Grosses délivréesRÉPUBLIQUE FRANÇAISE
aux parties le :AU NOM DU PEUPLE FRANÇAIS
COUR D'APPEL DE PARIS
Pôle 1 - Chambre 3
ARRET DU 20 SEPTEMBRE 2016
(n° 475 , 7 pages)
Numéro d'inscription au répertoire général : 14/16801
Décision déférée à la Cour : Ordonnance du 07 Juillet 2014 -Tribunal de Grande Instance de PARIS - RG n° 14/52429
APPELANTE
Société AVIANCA Société de droit étranger prise en la personne de ses représentants légaux et dont le siège social est sis
[Adresse 1]
[Adresse 2]
ayant son établissement en France
[Adresse 3]
[Adresse 4]
Représentée par Me Jacques BELLICHACH, avocat au barreau de PARIS, toque : G0334
assistée de Me Benjamin POTIER, avocat au barreau de PARIS, toque : P0429
INTIMES
Monsieur [M] [S] Majeur sous curatelle assisté de sa curatrice Madame [I] [J], née le [Date naissance 1] 1956 à [Localité 1] (COLOMBIE), de nationalité française, demeurant [Adresse 5], Consultante
[Adresse 6]
[Adresse 5]
né le [Date naissance 2] 1981 à [Localité 2]

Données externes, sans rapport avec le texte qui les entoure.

package layout

import (
	"math"

	"github.com/paulmach/orb"
	"go.yaml.in/yaml/v3"

	"arcwright/internal/planner"
	"arcwright/internal/units"
)

var (
	arcKeys   = []string{"centre", "radius", "polar", "azimuth", "height"}
	lineKeys  = []string{"offset", "from", "to", "spacing", "polar", "centre", "azimuth", "height"}
	nearKeys  = []string{"clearance", "from", "to", "spacing", "azimuth"}
	ringKeys  = []string{"x", "radius", "azimuth", "count"}
	pointKeys = []string{"name", "at", "channel"}
	probeKeys = []string{"name", "at"}
	rangeKeys = []string{"from", "to", "step"}
)

// AngleTol is the tolerance on the bounds of an angle, rad: a polar angle
// written as 180 deg may convert to a hair above π.
const AngleTol = 1e-9

// stepCountTol is the relative slack, in steps, when counting the stations
// of a range, so that 30 to 150 deg by 10 deg counts 13 despite rounding.
const stepCountTol = 1e-9

// steps returns the number of stations from a to b by step: ⌊|b−a|/step⌋+1.
func steps(a, b, step float64) float64 { return math.Floor(math.Abs(b-a)/step+stepCountTol) + 1 }

// angleIn reads an angle, rad, that must lie in [0, hi] within AngleTol;
// hiText names hi for the message.
func (d *decoder) angleIn(n *yaml.Node, field string, hi float64, hiText string) (float64, bool) {
	v, ok := d.angle(n, field)
	if ok && (v < -AngleTol || v > hi+AngleTol) {
		d.errorf(ErrInvalid, n.Line, field, "want an angle from 0 deg to %s, got %s", hiText, units.FormatAngleDeg(v))
		return v, false
	}
	return v, ok
}

// angleRange reads {from, to, step} held by key in s: from and to in
// [0, hi], step greater than 0. From may exceed To.
func (d *decoder) angleRange(s *section, key string, hi float64, hiText string) (from, to, step float64, ok bool) {
	r := s.sub(key, rangeKeys)
	okF, okT, okS := false, false, false
	if n := r.need("from", "the first angle, such as 30 deg"); n != nil {
		from, okF = d.angleIn(n, r.field("from"), hi, hiText)
	}
	if n := r.need("to", "the last angle, such as 150 deg"); n != nil {
		to, okT = d.angleIn(n, r.field("to"), hi, hiText)
	}
	if n := r.need("step", "the step between stations, such as 10 deg"); n != nil {
		if step, okS = d.angle(n, r.field("step")); okS && step <= 0 {
			d.errorf(ErrInvalid, n.Line, r.field("step"), "the step must be greater than 0 deg, got %s", units.FormatAngleDeg(step))
			okS = false
		}
	}
	if okF && okT && okS {
		// the last station falls short of "to" when the span is not a
		// whole number of steps
		span := math.Abs(to - from)
		k := math.Floor(span/step + 1e-6)
		last := from + math.Copysign(k*step, to-from)
		// no warning when the shortfall does not show at the printed 0.1°
		if span-k*step > 1e-6*step && units.FormatAngleDeg(last) != units.FormatAngleDeg(to) {
			d.warnf(r.line, r.field("to"), "the steps from %s by %s stop at %s, short of %s", units.FormatAngleDeg(from), units.FormatAngleDeg(step), units.FormatAngleDeg(last), units.FormatAngleDeg(to))
		}
	}
	return from, to, step, okF && okT && okS
}

// azimuth reads the optional side of the jet held by key, rad in [0, 2π].
func (d *decoder) azimuth(s *section, key string) (float64, bool) {
	n := s.get(key)
	if n == nil {
		return 0, true
	}
	return d.angleIn(n, s.field(key), 2*math.Pi, "360 deg")
}

// height reads the optional height of a horizontal arc or line, m, into a.
func (d *decoder) height(s *section, a *planner.Array, ci *cellInfo) bool {
	n := s.get("height")
	if n == nil {
		return true
	}
	h, ok := d.length(n, s.field("height"))
	if ok {
		ok = d.heightRange(ci, h, n.Line, s.field("height"), "the height of the stations")
	}
	a.Height, a.HasHeight = h, true
	return ok
}

// all reports whether every value is true.
func all(oks ...bool) bool {
	for _, ok := range oks {
		if !ok {
			return false
		}
	}
	return true
}

// arc decodes an arc about a centre on the jet axis.
func (d *decoder) arc(s *section, a *planner.Array, ac *arrayContext) bool {
	p := s.sub("arc", arcKeys)
	a.Kind = planner.Arc
	okC, okR := true, false
	if n := p.get("centre"); n != nil {
		a.CenterX, okC = d.length(n, p.field("centre"))
	}
	if n := p.need("radius", "the arc radius, a length such as 5 m, or auto"); n != nil {
		if n.Kind == yaml.ScalarNode && n.Value == "auto" {
			a.AutoRadius, okR = true, true
		} else {
			a.Radius, okR = d.positiveLength(n, p.field("radius"), "the radius")
		}
	}
	var okP bool
	a.From, a.To, a.Step, okP = d.angleRange(p, "polar", math.Pi, "180 deg")
	var okA bool
	a.Azimuth, okA = d.azimuth(p, "azimuth")
	okH := d.height(p, a, ac.ci)
	if okP && !d.countCheck(s, steps(a.From, a.To, a.Step)) {
		okP = false
	}
	return all(okC, okR, okP, okA, okH)
}

// line decodes a sideline parallel to the jet axis: by axial range and
// spacing, or by polar angles seen from a centre on the axis.
func (d *decoder) line(s *section, a *planner.Array, ac *arrayContext) bool {
	p := s.sub("line", lineKeys)
	a.Kind = planner.Line
	okO := false
	if n := p.need("offset", "the distance from the jet axis, a length such as 2 m"); n != nil {
		a.Offset, okO = d.positiveLength(n, p.field("offset"), "the offset")
	}
	byX := p.has("from") || p.has("to") || p.has("spacing")
	okX := true
	switch {
	case byX && p.has("polar"):
		d.errorf(ErrInvalid, p.keyLine("polar"), p.field("polar"), "give from, to and spacing, or polar, not both")
		okX = false
	case byX:
		if p.has("centre") {
			d.errorf(ErrInvalid, p.keyLine("centre"), p.field("centre"), "centre applies only to a line by polar angles")
			okX = false
		}
		okX = d.axialRange(p, a, math.Inf(-1)) && okX
	case p.has("polar"):
		if n := p.get("centre"); n != nil {
			a.CenterX, okX = d.length(n, p.field("centre"))
		}
		var okP bool
		a.From, a.To, a.Step, okP = d.angleRange(p, "polar", math.Pi, "180 deg")
		if okP && !d.countCheck(s, steps(a.From, a.To, a.Step)) {
			okP = false
		}
		okX = okX && okP
	default:
		if p.isMap {
			d.errorf(ErrMissing, p.line, p.field("from"), "missing; want from, to and spacing (an axial range), or polar ({from, to, step} seen from centre)")
		}
		okX = false
	}
	var okA bool
	a.Azimuth, okA = d.azimuth(p, "azimuth")
	okH := d.height(p, a, ac.ci)
	return all(okO, okX, okA, okH)
}

// axialRange reads from, to and spacing of a line into a; from must be at
// least lo (m).
func (d *decoder) axialRange(p *section, a *planner.Array, lo float64) bool {
	okF, okT, okS := false, false, false
	if n := p.need("from", "the axial distance of the first station from the exit, a length"); n != nil {
		if a.XFrom, okF = d.length(n, p.field("from")); okF && a.XFrom < lo {
			d.errorf(ErrInvalid, n.Line, p.field("from"), "must not be upstream of the exit, got %s", d.fmtLen(a.XFrom))
			okF = false
		}
	}
	if n := p.need("to", "the axial distance of the last station from the exit, a length"); n != nil {
		a.XTo, okT = d.length(n, p.field("to"))
	}
	if n := p.need("spacing", "the spacing between stations, a length such as 0.25 m"); n != nil {
		a.Spacing, okS = d.positiveLength(n, p.field("spacing"), "the spacing")
	}
	if okF && okT && a.XTo < a.XFrom {
		d.errorf(ErrInvalid, p.keyLine("to"), p.field("to"), "the end (%s) must not be upstream of the start (%s)", d.fmtLen(a.XTo), d.fmtLen(a.XFrom))
		okT = false
	}
	if okF && okT && okS && !d.countCheck(p, steps(a.XFrom, a.XTo, a.Spacing)) {
		okS = false
	}
	return okF && okT && okS
}

// nearField decodes a line that follows the predicted plume edge.
func (d *decoder) nearField(s *section, a *planner.Array) bool {
	p := s.sub("near_field", nearKeys)
	a.Kind = planner.NearField
	okC := false
	if n := p.need("clearance", "the distance from the predicted plume edge, a length such as 0.15 m"); n != nil {
		a.Clearance, okC = d.positiveLength(n, p.field("clearance"), "the clearance")
	}
	okX := d.axialRange(p, a, 0)
	var okA bool
	a.Azimuth, okA = d.azimuth(p, "azimuth")
	return all(okC, okX, okA)
}

// ring3 decodes a ring of stations around the axis at one axial distance.
func (d *decoder) ring3(s *section, a *planner.Array) bool {
	p := s.sub("ring", ringKeys)
	a.Kind = planner.Ring
	okX, okR, okA := false, false, false
	if n := p.need("x", "the axial distance from the exit, a length such as 1 m"); n != nil {
		a.RingX, okX = d.length(n, p.field("x"))
	}
	if n := p.need("radius", "the distance from the axis, a length such as 0.8 m"); n != nil {
		a.Radius, okR = d.positiveLength(n, p.field("radius"), "the radius")
	}
	switch {
	case p.has("azimuth") && p.has("count"):
		d.errorf(ErrInvalid, p.keyLine("count"), p.field("count"), "give azimuth or count, not both")
	case p.has("count"):
		var n int
		if n, okA = d.integer(p.get("count"), p.field("count"), "a number of stations, a whole number from 1", 1); okA {
			okA = d.countCheck(s, float64(n))
			a.AzStep = 2 * math.Pi / float64(n)
			a.AzFrom, a.AzTo, a.FullTurn = 0, 2*math.Pi-a.AzStep, true
		}
	case p.has("azimuth"):
		a.AzFrom, a.AzTo, a.AzStep, okA = d.angleRange(p, "azimuth", 2*math.Pi, "360 deg")
		if okA {
			okA = d.countCheck(s, steps(a.AzFrom, a.AzTo, a.AzStep))
		}
	default:
		if p.isMap {
			d.errorf(ErrMissing, p.line, p.field("azimuth"), "missing; want azimuth ({from, to, step}) or count (stations equally spaced round a full turn)")
		}
	}
	return all(okX, okR, okA)
}

// fixed decodes points or probes (key): stations at given places. A
// station without a name keeps an empty Name: the planner gives it its ID
// (NAME-01, NAME-02 … after the array). Given names must be unique across
// every points and probes array.
func (d *decoder) fixed(s *section, key string, a *planner.Array, ac *arrayContext) bool {
	known, what := pointKeys, "point"
	a.Kind = planner.Points
	if key == "probes" {
		a.Kind, known, what = planner.Probes, probeKeys, "probe"
	}
	field := s.field(key)
	items, ok := d.list(s.get(key), field, s.keyLine(key), "a list of "+what+"s ({name, at: [x, y, z]})")
	if !ok {
		return false
	}
	if len(items) == 0 {
		d.errorf(ErrMissing, s.keyLine(key), field, "empty; want at least one %s", what)
		return false
	}
	if !d.countCheck(s, float64(len(items))) {
		return false
	}
	channels := map[int]int{}
	for i, it := range items {
		p := d.section(it, index(field, i), it.Line, known)
		f := planner.Fixed{Line: it.Line}
		good := p.isMap
		if n := p.get("name"); n != nil {
			var okN bool
			if f.Name, okN = d.text(n, p.field("name")); okN && f.Name == "" {
				d.errorf(ErrInvalid, n.Line, p.field("name"), "want a name, got an empty text (leave the key out to number the station after the array)")
				okN = false
			} else if okN {
				okN = d.checkLabel(f.Name, n.Line, p.field("name"), MaxNameLength)
			}
			if okN {
				ac.stations.add(f.Name, n.Line, p.field("name"))
			}
			good = good && okN
		}
		if n := p.need("at", "the position, [x, y, z] with z above the floor"); n != nil {
			var okAt bool
			if f.At, okAt = d.spacePoint(n, p.field("at"), p.keyLine("at")); okAt {
				okAt = d.heightRange(ac.ci, f.At.Z, p.keyLine("at"), p.field("at"), "the "+what)
			}
			if c := &ac.ci.cell; okAt && ac.ci.boundaryOK && c.Bounded() && !c.Contains(orb.Point{f.At.X, f.At.Y}) {
				d.errorf(ErrInvalid, p.keyLine("at"), p.field("at"), "the %s at X %s, Y %s is outside the cell's boundary", what, d.fmtLen(f.At.X), d.fmtLen(f.At.Y))
				okAt = false
			}
			good = good && okAt
		} else {
			good = false
		}
		if n := p.get("channel"); n != nil {
			var okCh bool
			if f.Channel, okCh = d.integer(n, p.field("channel"), "a channel number, a whole number from 1", 1); okCh {
				if first, dup := channels[f.Channel]; dup {
					d.errorf(ErrDuplicateName, n.Line, p.field("channel"), "channel %d is already used at line %d", f.Channel, first)
					okCh = false
				}
				channels[f.Channel] = n.Line
			}
			good = good && okCh
		}
		ok = ok && good
		a.Fixed = append(a.Fixed, f)
	}
	return ok
}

Représenté par Me Virginie LAPP, avocat au barreau de PARIS, toque : D1974
assisté de Me Claude LIENHARD de la SCP LIENHARD-PETITOT, avocat au barreau de STRASBOURG
CPAM DE NANTERRE
[Adresse 7]
[Adresse 8]
assignée à personne morale habilitée le 5 novembre 2014
INTERVENANT VOLONTAIRE
Madame [I] [J], née le [Date naissance 1] 1956 à [Localité 1] (COLOMBIE), de nationalité française,
[Adresse 9],
[Adresse 5]
Représentsé par Me Virginie LAPP, avocat au barreau de PARIS, toque : D1974
assistés de Me Claude LIENHARD de la SCP LIENHARD-PETITOT, avocat au barreau de STRASBOURG
COMPOSITION DE LA COUR :
En application des dispositions des articles 786 et 907 du code de procédure civile, l'affaire a été débattue le 13 Juin 2016, en audience publique, les avocats ne s'y étant pas opposé, devant Madame Martine ROY-ZENATI, Présidente de chambre, chargée du rapport.

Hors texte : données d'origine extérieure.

package layout

import (
	"errors"
	"flag"
	"os"
	"path/filepath"
	"strings"
	"testing"
)

var update = flag.Bool("update", false, "rewrite the golden .err files of testdata/layouts/broken")

// repoRoot is the module root, relative to this package's directory.
const repoRoot = "../.."

// brokenDir holds the broken layouts, relative to the module root; error
// messages name files by this relative path.
const brokenDir = "testdata/layouts/broken"

// TestBrokenGolden decodes every broken layout and compares the error text
// with its golden .err file. The expected texts are our own (hand-checked);
// refresh them with go test ./internal/layout -update.
func TestBrokenGolden(t *testing.T) {
	files, err := filepath.Glob(filepath.Join(repoRoot, brokenDir, "*.yaml"))
	if err != nil {
		t.Fatal(err)
	}
	if len(files) < 10 {
		t.Fatalf("got %d broken layouts, want at least 10", len(files))
	}
	for _, path := range files {
		base := filepath.Base(path)
		t.Run(strings.TrimSuffix(base, ".yaml"), func(t *testing.T) {
			data, err := os.ReadFile(path)
			if err != nil {
				t.Fatal(err)
			}
			req, warns, err := Decode(brokenDir+"/"+base, data)
			if req != nil || warns != nil {
				t.Errorf("got a request %v and warnings %v with the errors, want neither", req != nil, warns)
			}
			var es Errors
			if !errors.As(err, &es) || len(es) == 0 {
				t.Fatalf("got error %v, want a non-empty Errors", err)
			}
			got := err.Error() + "\n"
			golden := strings.TrimSuffix(path, ".yaml") + ".err"
			if *update {
				if err := os.WriteFile(golden, []byte(got), 0o644); err != nil {
					t.Fatal(err)
				}
				return
			}
			want, err := os.ReadFile(golden)
			if err != nil {
				t.Fatalf("%v (run go test ./internal/layout -update to create it)", err)
			}
			if got != string(want) {
				t.Errorf("got\n%s\nwant\n%s", got, want)
			}
		})
	}
}
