package layout

import (
	"fmt"
	"math"
	"regexp"
	"strconv"

	"arcwright/internal/geometry"
	"arcwright/internal/units"
)

// Plausible inputs. A value outside these ranges parses, but no test of a
// jet in a cell or on a pad uses it: it is a slip (a unit, an exponent, a
// misplaced decimal point), and the models would be far outside their data
// or overflow. Decode refuses it with the range in the message, and the
// plume command refuses it on its flags. The bounds are our own choices,
// generous around the trade's practice (SUGGESTION; common practice where
// a fact of the trade is named).
const (
	// MaxNPR is the largest nozzle pressure ratio (total over ambient
	// pressure). Engine nozzles run below about 5 and model jets below
	// about 10 (common practice); 50 leaves room for rocket-like rigs.
	MaxNPR = 50.0
	// MinNPR is the smallest nozzle pressure ratio: 1.001. At NPR 1 there
	// is no flow; at 1.001 a jet at ambient temperature leaves at Mj ≈
	// 0.038, about 13 m/s (isentropic relations, DERIVED), a few times a
	// zone's velocity limit. Below it the jet is a draught, not a test
	// condition, and its predicted levels are meaningless (a jet of
	// 0.1 m/s at NPR 1.0000001 gave −172 dB).
	MinNPR = 1.001
	// MinTotalTemperature and MaxTotalTemperature bound a stream's total
	// temperature, K: from a cryogenically cooled model jet (−123 °C) to
	// above an afterburner's exhaust (about 2 000 K, common practice).
	MinTotalTemperature = 150.0
	MaxTotalTemperature = 3000.0
	// MinTemperatureRatio and MaxTemperatureRatio bound the total
	// temperature over the ambient temperature.
	MinTemperatureRatio = 0.5
	MaxTemperatureRatio = 12.0
	// MinGasConstant and MaxGasConstant bound the specific gas constant,
	// J/(kg K): from heavy gases (refrigerants, about 80) to helium
	// (2 077; from memory) with room to spare.
	MinGasConstant = 50.0
	MaxGasConstant = 5000.0
	// MinNozzleSize and MaxNozzleSize bound every dimension of a nozzle
	// exit (diameter, sides, secondary diameter), m: from a 1 mm
	// laboratory jet to a 10 m exhaust, above any engine's.
	MinNozzleSize = 1e-3
	MaxNozzleSize = 10.0
	// MaxDesignMach is the largest design Mach number of a
	// convergent-divergent nozzle (common practice: jet-noise rigs stay
	// below about 2.5).
	MaxDesignMach = 5.0
	// MaxAspectRatio is the largest aspect ratio of a rectangular exit.
	MaxAspectRatio = 100.0
	// MaxLength is the largest length or coordinate, m: 100 km from the
	// datum, the geometry package's bound.
	MaxLength = geometry.MaxCoord
	// MaxVelocityLimit is the largest velocity limit of a zone or of the
	// inflow, m/s: a zone's edge is a few m/s (common practice).
	MaxVelocityLimit = 100.0
	// MaxFarFieldRatio is the largest far_field_ratio (arc radius over jet
	// diameter); far-field arcs use 40 to 100 (common practice).
	MaxFarFieldRatio = 1000.0
	// MaxAbsorption is the largest absorption limit, dB.
	MaxAbsorption = 200.0
	// MinBand and MaxBand bound the band of interest, Hz: from infrasound
	// to beyond any measurement microphone's range (common practice).
	MinBand = 1.0
	MaxBand = 1e6
)

// Bounds of the file and its texts.
const (
	// MaxInputSize is the largest layout or as-built file read, bytes
	// (16 MiB): a layout of the largest arrays is a few hundred kB.
	MaxInputSize = 16 << 20
	// MaxNameLength is the longest name of an array, station, operating
	// point, stand, obstacle, keep-out zone or mark, in characters: names
	// go into station IDs, table cells and labels on the sheet.
	MaxNameLength = 40
	// MaxTextLength is the longest text of the title block, in characters.
	MaxTextLength = 120
	// MaxListProblems is how many problems of one kind a file reports
	// one by one before the rest are counted in one line.
	MaxListProblems = 20
)

// Range is the plausible interval of one input, in SI units, for the
// checks of layout values and command-line flags.
type Range struct {
	What     string  // the input in words: "nozzle pressure ratio"
	Min, Max float64 // bounds, SI; Min is excluded when MinOpen
	MinOpen  bool
	Unit     string // SI symbol printed after numbers; "" for a ratio
	// Show prints a value with its unit; nil prints it to four figures
	// followed by Unit.
	Show func(float64) string
}

// Plausible ranges of the jet inputs, shared by the layout and the plume
// command's flags.
var (
	NPRRange              = Range{What: "nozzle pressure ratio", Min: MinNPR, Max: MaxNPR}
	TotalTemperatureRange = Range{What: "total temperature", Min: MinTotalTemperature, Max: MaxTotalTemperature, Unit: "K"}
	TemperatureRatioRange = Range{What: "total-temperature ratio", Min: MinTemperatureRatio, Max: MaxTemperatureRatio}
	GammaRange            = Range{What: "ratio of specific heats", Min: 1, Max: 5.0 / 3, MinOpen: true}
	GasConstantRange      = Range{What: "gas constant", Min: MinGasConstant, Max: MaxGasConstant, Unit: "J/(kg K)"}
	NozzleSizeRange       = Range{What: "nozzle dimension", Min: MinNozzleSize, Max: MaxNozzleSize, Unit: "m", Show: MetricLength}
	DesignMachRange       = Range{What: "design Mach number", Min: 1, Max: MaxDesignMach, MinOpen: true}
	AspectRatioRange      = Range{What: "aspect ratio", Min: 1, Max: MaxAspectRatio}
	AmbientPressureRange  = Range{What: "ambient pressure", Min: MinPressure, Max: MaxPressure, Unit: "Pa", Show: kPa}
	AmbientTempRange      = Range{What: "ambient temperature", Min: MinTemperature, Max: MaxTemperature, Unit: "K"}
	VelocityLimitRange    = Range{What: "velocity limit", Min: 0, Max: MaxVelocityLimit, MinOpen: true, Unit: "m/s"}
	TempLimitRange        = Range{What: "temperature limit", Min: MinTemperature, Max: MaxTotalTemperature, Unit: "K"}
	DistanceRange         = Range{What: "distance", Min: 0, Max: MaxLength, Unit: "m", Show: MetricLength}
	BandRange             = Range{What: "frequency", Min: MinBand, Max: MaxBand, Unit: "Hz", Show: units.FormatFrequency}
)

// Contains reports whether v is finite and inside r. A closed bound
// includes the values that round to it: −60 °C (213.15 K by float
// arithmetic, 213.14999999999998) is inside a range from 213.15 K.
func (r Range) Contains(v float64) bool {
	if math.IsNaN(v) || math.IsInf(v, 0) || v > r.Max+edge(r.Max) {
		return false
	}
	if r.MinOpen {
		return v > r.Min
	}
	return v >= r.Min-edge(r.Min)
}

// edge is the rounding allowance at a range bound b: a few parts in 10¹²,
// far below any digit a user writes and above the error of a unit
// conversion.
func edge(b float64) float64 { return 1e-12 * math.Max(math.Abs(b), 1) }

// inside reports whether v is within [lo, hi], the bounds included with
// their rounding allowance.
func inside(v, lo, hi float64) bool { return v >= lo-edge(lo) && v <= hi+edge(hi) }

// decimalNumber matches a number as a user writes it: digits with an
// optional sign, decimal point and exponent; no hexadecimal, underscores,
// "Inf" or "NaN", which strconv.ParseFloat also reads.
var decimalNumber = regexp.MustCompile(`^[+-]?(\d+\.?\d*|\.\d+)([eE][+-]?\d+)?$`)

// ParseDecimal reads a plain decimal number as a user writes it (see
// decimalNumber), for the layout and the command-line flags.
func ParseDecimal(s string) (float64, error) {
	if !decimalNumber.MatchString(s) {
		return 0, fmt.Errorf("%q is not a decimal number", s)
	}
	return strconv.ParseFloat(s, 64)
}

// Want describes r for messages: "above 1 up to 50",
// "150 K to 3000 K (-123.1 °C to 2726.9 °C)".
func (r Range) Want() string {
	lo, hi := r.show(r.Min), r.show(r.Max)
	if r.MinOpen {
		return "above " + lo + " up to " + hi
	}
	w := lo + " to " + hi
	if r.Unit == "K" {
		w += " (" + tempC(r.Min) + " to " + tempC(r.Max) + ")"
	}
	return w
}

// show prints v as r's messages do.
func (r Range) show(v float64) string {
	if r.Show != nil && !math.IsNaN(v) && !math.IsInf(v, 0) {
		return r.Show(v)
	}
	return short(v) + r.unit()
}

// kPa prints a pressure, Pa, in kilopascals.
func kPa(p float64) string { return units.FormatPressure(p, units.Metric) }

// MetricLength prints a length of a range, m, to about three figures in
// metric units: "0 m", "50.8 mm", "4.11 m", "100 km".
func MetricLength(m float64) string {
	switch a := math.Abs(m); {
	case m == 0:
		return "0 m"
	case a >= 1000 && a < units.HugeValue:
		return short(m/1000) + " km"
	}
	return units.FormatLengthApprox(m, units.Metric)
}

// Check returns nil when v is inside r, else an error that names the input,
// the value (to four figures) and the range.
func (r Range) Check(v float64) error {
	if r.Contains(v) {
		return nil
	}
	return fmt.Errorf("the %s %s is implausible; want %s", r.What, r.show(v), r.Want())
}

func (r Range) unit() string {
	if r.Unit == "" {
		return ""
	}
	return " " + r.Unit
}

// short prints v to at most four significant figures, without a
// 300-digit expansion: 50, 1.86, 1e+305, NaN.
func short(v float64) string { return strconv.FormatFloat(v, 'g', 4, 64) }

// checkRange records a value of the layout outside r at n's line and field;
// shown is the value as the message prints it (in the layout's units), or
// "" for the SI value.
func (d *decoder) checkRange(line int, field string, r Range, v float64, shown string) bool {
	if r.Contains(v) {
		return true
	}
	if shown == "" {
		shown = r.show(v)
	}
	d.errorf(ErrInvalid, line, field, "the %s %s is implausible; want %s", r.What, shown, r.Want())
	return false
}

// fmtShort prints a length for a message about its range, to about three
// figures in the layout's units.
func (d *decoder) fmtShort(m float64) string {
	if a := math.Abs(m); a > 0 && a < 1e-3 && d.sys == units.Metric {
		return short(m*1e3) + " mm" // below the 0.1 mm of FormatLength
	}
	return units.FormatLengthApprox(m, d.sys)
}

// tempC prints a temperature range's bounds in °C as a hint.
func tempC(k float64) string { return units.FormatTemperature(k, units.Metric) }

Ce magistrat a rendu compte des plaidoiries dans le délibéré de la Cour, composée de :
Madame Martine ROY-ZENATI, Présidente de chambre
Madame Agnès BODARD-HERMANT, Conseillère
Mme Mireille QUENTIN DE GROMARD, Conseillère
Greffier, lors des débats : Mlle Véronique COUVET
ARRÊT :
- REPUTE CONTRADICTOIRE
- par mise à disposition de l'arrêt au greffe de la Cour, les parties en ayant été préalablement avisées dans les conditions prévues au deuxième alinéa de l'article 450 du code de procédure civile.
- signé par Madame Martine ROY-ZENATI, président et par Mlle Véronique COUVET, greffier.
Les 22 novembre et 27 décembre 2013, M. [M] [S], assisté par Mme [A] [S] en sa qualité de curatrice, blessé au cours d'un accident d'avion survenu à Madrid le 27 novembre 1983 alors qu'il était âgé de moins de deux ans, a fait assigner en référé la compagnie Aerovias Nacionales de Colombia SA Avianca (Avianca) et la CPAM de Nanterre pour obtenir une expertise médicale afin d'évaluer l'aggravation de son préjudice corporel, le versement d'une provision de 50.000 euros à valoir sur l'indemnisation de son préjudice et la somme de 15.000 euros à titre de provision ad litem.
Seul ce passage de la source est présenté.